# No Spark on B&S 10 HP



## Barnaldo (May 21, 2005)

Suddenly no spark on my B&S 10 hp. 
I've changed the spark plug & electronic module but still no spark.
I've checked all of the safety feature wiring, all look good.
Please give me some suggestions.


----------



## fords-n-mowers (May 6, 2005)

if its got the magnetron electronic ign pull off the ground wire and try it.


----------



## Barnaldo (May 21, 2005)

tried that, still no spark


----------



## bbnissan (Nov 7, 2004)

Check the magnets on your flywheel. You should be able to hold a screw driver 1/4"-3/8" away from the flywheel and it should pull it straight to the flywheel with no problem. If the magnets are ok, make sure you have the coil gapped properly.

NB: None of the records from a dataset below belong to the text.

import type { DerivedFigure, ModelSummary } from './derived/model-summary.ts';
import { isUnitScaling, type SeriesScaling } from './magnitude-scaling.ts';

export {
  COMFORTABLE_RANGE,
  isUnitScaling,
  type SeriesScaling,
  seriesScaling,
} from './magnitude-scaling.ts';

import type { PredictedValue } from './derived/predicted-value.ts';
import type { ModelAveragedFigure } from './model-averaging.ts';
import type { RateLawFit, RateLawModel } from './order/fit-rate-law.ts';
import type { LinearisedFit } from './order/linearised-fits.ts';
import type { ResidualDiagnostics } from './order/residual-diagnostics.ts';
import type { PlausibleLawFigures, SeriesAnalysis, SeriesOptions } from './series-analysis.ts';

/**
 * Internal scaling of one series, so that values from 1e-300 to 1e300 and times up to 1e300 give
 * the same relative results as the same data near unit scale. Without it squares of values or
 * times overflow (1e155² = ∞), products of small numbers underflow (the variance of C0 at 1e-300
 * is 0) and the fits or their intervals are lost, silently or with a crash.
 *
 * What it does: when the largest |value| or the largest time lies outside
 * [`COMFORTABLE_RANGE[0]`, `COMFORTABLE_RANGE[1]`], times are divided by s_t and values by s_C,
 * each the power of two at or below the largest magnitude, before anything is fitted; the
 * results are mapped back to the original units. Dividing by a power of two is exact in binary
 * floating point (only the exponent changes), so the scaled data are the original data, and
 * mapping back is exact unless the result itself lies outside the double range. Data inside the
 * range are not touched, so ordinary results do not change by a single bit.
 *
 * Mapping back, for the integrated rate law −dC/dt = k·Cⁿ with C = s_C·c and t = s_t·τ:
 * k = κ·s_C^(1−n)/s_t, C0 = s_C·c0, every time (half-life, t90, time to a limit, time span) ×s_t,
 * every value (fitted, predicted, residual on the value scale, curve separation) ×s_C, the
 * residual sum of squares ×s_C² on the value scale (unchanged on the ln scale), and the Gaussian
 * log-likelihood of the values minus N·ln s_C (the density of C is that of c divided by s_C), so
 * AICc gains 2N·ln s_C and every AICc difference and Akaike weight is unchanged. The free order's
 * k also depends on n: its standard error is carried over by the delta method with the fit's
 * covariance of (k, n), ∂k/∂κ = s_C^(1−n)/s_t and ∂k/∂n = −k·ln s_C (Bates & Watts 1988,
 * "Nonlinear regression analysis and its applications", §2.3: a reparametrisation carries the
 * linearised covariance over by its Jacobian). Straight-line plots: C against t (slope ×s_C/s_t,
 * intercept ×s_C), ln C (slope /s_t, intercept + ln s_C), 1/C (slope /(s_C·s_t), intercept /s_C).
 *
 * A rate constant whose original value lies outside the double range (e.g. second order with
 * values near 1e300 and times near 1e300: k ≈ 1e-600) cannot be reported: that law is marked not
 * applicable with the reason.
 *
 * Throws nothing. Example: values 1e200·(100, 95.1, 90.5), times 0, 1, 2 months give s_C = 2^671
 * (the power of two at or below 1.0e202) and s_t = 1 (the times are ordinary); first-order k is
 * the same as for (100, 95.1, 90.5) to rounding.
 */

/** The options in scaled units: limits /s_C, prediction times /s_t. */
export function scaledOptions(options: SeriesOptions, scaling: SeriesScaling): SeriesOptions {
  if (isUnitScaling(scaling)) return options;
  const scaled: SeriesOptions = { ...options };
  if (options.lowerLimit !== undefined) scaled.lowerLimit = options.lowerLimit / scaling.value;
  if (options.upperLimit !== undefined) scaled.upperLimit = options.upperLimit / scaling.value;
  if (options.predictAt !== undefined) scaled.predictAt = options.predictAt.map((t) => t / scaling.time);
  return scaled;
}

/** The smallest double with full precision, 2^-1022. */
const SMALLEST_NORMAL = 2 ** -1022;

type Pair = [number, number] | null;
const times = (pair: Pair, factor: number): Pair =>
  pair === null ? null : [pair[0] * factor, pair[1] * factor];
const by = (value: number | null, factor: number) => (value === null ? null : value * factor);

function derived(figure: DerivedFigure | null | undefined, s: number): DerivedFigure | null {
  if (figure === null || figure === undefined) return null;
  return { ...figure, estimate: by(figure.estimate, s), ci95: times(figure.ci95, s) };
}

function timeToLimit<T extends { lower?: unknown; upper?: unknown }>(
  limits: T | undefined,
  map: (entry: NonNullable<T['lower']>) => NonNullable<T['lower']>,
): T | undefined {
  if (limits === undefined) return undefined;
  const result = { ...limits };
  for (const side of ['lower', 'upper'] as const) {
    const entry = limits[side];
    if (entry !== undefined) result[side] = (entry === null ? null : map(entry as never)) as T[typeof side];
  }
  return result;
}

/** Factor of k and its standard error for order n (free order: the estimate's factor only). */
const rateFactor = (n: number, scaling: SeriesScaling) => scaling.value ** (1 - n) / scaling.time;

/**
 * k, its standard error and interval in original units. For the free order the covariance of
 * (κ, n) of the scaled fit carries the standard error over (delta method, see the header).
 */
function rateConstant(
  model: RateLawModel,
  k: number | null,
  standardError: number | null,
  interval: Pair,
  fit: RateLawFit | null,
  scaling: SeriesScaling,
): { k: number | null; standardError: number | null; interval: Pair; outOfRange: boolean } {
  if (k === null) return { k, standardError, interval, outOfRange: false };
  const n = model === 'n' ? (fit?.n ?? Number.NaN) : model;
  const factor = rateFactor(n, scaling);
  const original = k * factor;
  // Beyond the largest double, or so small that it is subnormal and has lost digits.
  const outOfRange = !Number.isFinite(original) || (k !== 0 && Math.abs(original) < SMALLEST_NORMAL);
  if (model !== 'n' || standardError === null) {
    return {
      k: original,
      standardError: by(standardError, factor),
      interval: times(interval, factor),
      outOfRange,
    };
  }
  const covariance = fit?.covariance ?? null;
  if (covariance === null || fit === null)
    return { k: original, standardError: null, interval: null, outOfRange };
  const p = fit.parameterCount;
  const dk = factor;
  const dn = -original * Math.log(scaling.value);
  const variance =
    dk * dk * covariance[1 * p + 1]! +
    2 * dk * dn * covariance[1 * p + 2]! +
    dn * dn * covariance[2 * p + 2]!;
  const se = Math.sqrt(Math.max(0, variance));
  const quantile = interval === null || standardError === 0 ? null : (interval[1] - k) / standardError;
  return {
    k: original,
    standardError: se,
    interval: quantile === null ? null : [original - quantile * se, original + quantile * se],
    outOfRange,
  };
}

const OUT_OF_RANGE =
  'its rate constant in these units lies outside the range of double precision (about 1e±308); express the values or times in other units';

function modelInOriginalUnits(
  summary: ModelSummary,
  fit: RateLawFit | null,
  scaling: SeriesScaling,
  logShift: number,
  logScale: boolean,
): ModelSummary {
  const rate = rateConstant(summary.order, summary.k, summary.kStandardError, summary.kCi95, fit, scaling);
  const s = scaling.value;
  const mapped: ModelSummary = {
    ...summary,
    k: rate.k,
    kStandardError: rate.standardError,
    kCi95: rate.interval,
    c0: by(summary.c0, s),
    c0StandardError: by(summary.c0StandardError, s),
    c0Ci95: times(summary.c0Ci95, s),
    aicc: summary.aicc === null ? null : summary.aicc + 2 * logShift,
    rss: logScale ? summary.rss : by(summary.rss, s * s),
    residualStandardDeviation: logScale
      ? summary.residualStandardDeviation
      : by(summary.residualStandardDeviation, s),
    halfLife: derived(summary.halfLife, scaling.time),
    t90: derived(summary.t90, scaling.time),
  };
  if (rate.outOfRange) {
    Object.assign(mapped, {
      k: null,
      kStandardError: null,
      kCi95: null,
      applicable: false,
      reason: OUT_OF_RANGE,
    });
  }
  return mapped;
}

function linearisedInOriginalUnits(fit: LinearisedFit, scaling: SeriesScaling): LinearisedFit {
  const { time: st, value: sc } = scaling;
  const [slopeFactor, intercept] =
    fit.transform === 'value'
      ? [sc / st, (value: number) => value * sc]
      : fit.transform === 'ln(value)'
        ? [1 / st, (value: number) => value + Math.log(sc)]
        : [1 / (sc * st), (value: number) => value / sc];
  const interceptSeFactor = fit.transform === 'value' ? sc : fit.transform === 'ln(value)' ? 1 : 1 / sc;
  return {
    ...fit,
    slope: by(fit.slope, slopeFactor),
    intercept: fit.intercept === null ? null : intercept(fit.intercept),
    slopeStandardError: by(fit.slopeStandardError, slopeFactor),
    interceptStandardError: by(fit.interceptStandardError, interceptSeFactor),
    k: by(fit.k, rateFactor(fit.order, scaling)),
    c0: by(fit.c0, sc),
  };
}

function averaged(figure: ModelAveragedFigure, s: number): ModelAveragedFigure {
  return {
    ...figure,
    estimate: by(figure.estimate, s),
    interval: times(figure.interval, s),
    range: times(figure.range, s),
    // On the ln scale a factor only shifts ln θ, so the standard error there is unchanged.
    unconditionalStandardError:
      figure.scale === 'log' ? figure.unconditionalStandardError : by(figure.unconditionalStandardError, s),
  };
}

function plausibleInOriginalUnits(
  plausible: PlausibleLawFigures,
  fits: readonly (RateLawFit | null)[],
  scaling: SeriesScaling,
): PlausibleLawFigures {
  const st = scaling.time;
  const fitOf = (model: RateLawModel) => fits[model === 'n' ? 3 : model] ?? null;
  const laws = plausible.laws.map((law) => {
    // The free order's interval needs the fit's standard error and covariance of (κ, n).
    const fit = fitOf(law.model);
    const rate = rateConstant(law.model, law.k, fit?.standardErrors?.[1] ?? null, law.kCi95, fit, scaling);
    return {
      ...law,
      k: rate.outOfRange ? null : rate.k,
      kCi95: rate.outOfRange ? null : rate.interval,
      halfLife: derived(law.halfLife, st),
      t90: derived(law.t90, st),
      ...(law.timeToLimit === undefined
        ? {}
        : { timeToLimit: timeToLimit(law.timeToLimit, (f) => derived(f, st)!) }),
    };
  });
  const range = {
    ...plausible.range,
    halfLife: times(plausible.range.halfLife, st),
    t90: times(plausible.range.t90, st),
  };
  if (plausible.range.timeToLimit !== undefined)
    range.timeToLimit = timeToLimit(plausible.range.timeToLimit, (pair) => times(pair, st)!);
  const modelAveraged: PlausibleLawFigures['modelAveraged'] = {
    t90: averaged(plausible.modelAveraged.t90, st),
  };
  if (plausible.modelAveraged.timeToLimit !== undefined)
    modelAveraged.timeToLimit = timeToLimit(plausible.modelAveraged.timeToLimit, (f) => averaged(f, st));
  if (plausible.modelAveraged.predictions !== undefined)
    modelAveraged.predictions = plausible.modelAveraged.predictions.map((p) => ({
      ...averaged(p, scaling.value),
      time: p.time * st,
    }));
  return { laws, range, modelAveraged };
}

function diagnosticsInOriginalUnits(
  diagnostics: ResidualDiagnostics | null,
  scaling: SeriesScaling,
): ResidualDiagnostics | null {
  if (diagnostics === null) return null;
  const s = scaling.value;
  const residualFactor = diagnostics.residualScale === 'value' ? s : 1;
  return {
    ...diagnostics,
    points: diagnostics.points.map((point) => ({
      ...point,
      time: point.time * scaling.time,
      value: point.value * s,
      fitted: by(point.fitted, s),
      residual: by(point.residual, residualFactor),
    })),
  };
}

const prediction = (p: PredictedValue, scaling: SeriesScaling): PredictedValue => ({
  ...p,
  time: p.time * scaling.time,
  estimate: by(p.estimate, scaling.value),
  confidenceInterval: times(p.confidenceInterval, scaling.value),
  predictionInterval: times(p.predictionInterval, scaling.value),
});

/** Predicted values of the scaled series in the original units (unchanged under unit scaling). */
export function predictionsInOriginalUnits(
  predictions: PredictedValue[],
  scaling: SeriesScaling,
): PredictedValue[] {
  if (isUnitScaling(scaling)) return predictions;
  return predictions.map((p) => prediction(p, scaling));
}

/**
 * The analysis of the scaled series in the original units (see the header). `fits` are the
 * scaled fits (for the free order's covariance); warnings are left to the caller, which
 * collects them from the result in original units.
 */
export function analysisInOriginalUnits(
  analysis: SeriesAnalysis,
  fits: readonly (RateLawFit | null)[],
  scaling: SeriesScaling,
): SeriesAnalysis {
  if (isUnitScaling(scaling)) return analysis;
  const st = scaling.time;
  const sc = scaling.value;
  const logScale = analysis.errorModel === 'proportional';
  const logShift = analysis.n * Math.log(sc);
  const choice = analysis.errorModelChoice;
  const selection = analysis.selection;
  const result: SeriesAnalysis = {
    ...analysis,
    timeSpan: [analysis.timeSpan[0] * st, analysis.timeSpan[1] * st],
    errorModelChoice: {
      ...choice,
      logLikelihoodConstant:
        choice.logLikelihoodConstant === null ? null : choice.logLikelihoodConstant - logShift,
      logLikelihoodProportional:
        choice.logLikelihoodProportional === null ? null : choice.logLikelihoodProportional - logShift,
    },
    models: analysis.models.map((model) =>
      modelInOriginalUnits(
        model,
        fits[model.order === 'n' ? 3 : model.order] ?? null,
        scaling,
        logShift,
        logScale,
      ),
    ),
    linearized: analysis.linearized.map((fit) => linearisedInOriginalUnits(fit, scaling)),
    selection: {
      ...selection,
      aicc: selection.aicc.map((value) => (value === null ? null : value + 2 * logShift)),
      curveSeparation: by(selection.curveSeparation, sc),
      residualStandardDeviation: logScale
        ? selection.residualStandardDeviation
        : by(selection.residualStandardDeviation, sc),
    },
    halfLife: derived(analysis.halfLife, st),
    t90: derived(analysis.t90, st),
    diagnostics: diagnosticsInOriginalUnits(analysis.diagnostics, scaling),
  };
  if (analysis.timeToLimit !== undefined)
    result.timeToLimit = timeToLimit(analysis.timeToLimit, (f) => derived(f, st)!);
  if (analysis.predictions !== undefined)
    result.predictions = analysis.predictions.map((p) => prediction(p, scaling));
  if (analysis.plausible !== undefined)
    result.plausible = plausibleInOriginalUnits(analysis.plausible, fits, scaling);
  return result;
}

I would recommend using a dollar bill to set the gap and then rotate the engine by hand to make sure nothing is going to scrub the coil.

If all of that stuff checks out, you have a bad coil.


----------



## Barnaldo (May 21, 2005)

I gapped the coil with the piece of cardboard that came in the box for that reason.
I'll try the dollar bill and let you know!
Thanks


----------



## bugman (Aug 12, 2004)

yeah, try the $bill, hahaha cheaper then a 20.............. but that gives a better spark.


----------



## Barnaldo (May 21, 2005)

no luck, think it could be internal or a bad coil?


----------



## bugman (Aug 12, 2004)

no... not internal, see if you didn't hear nothing snap loudly, it totally wouldn't pertain to that, and it is most likely a bad coil, and new coils can be bad. even a sheared key would give a spark.


----------



## Barnaldo (May 21, 2005)

Had the dang coil backward, didn't realize there was a certain way to install it.
She runs like a dream.
Thanks to everyone for your input!


----------



## fords-n-mowers (May 6, 2005)

LOL! i did that once to. glad to see your all set. f-n-m :thumbsup:


----------



## bugman (Aug 12, 2004)

never done that before....... man....... it was marked wasn't it? oh well, i'm sure you were happy afterwards


----------



## Barnaldo (May 21, 2005)

Yep, it was marked this side out, but unfortunately I never noticed it because the old coil had the plug in on top, that's how I installed it. But this one when installed correctly the plug is on the bottom. Hey, I'm never too old to learn!


----------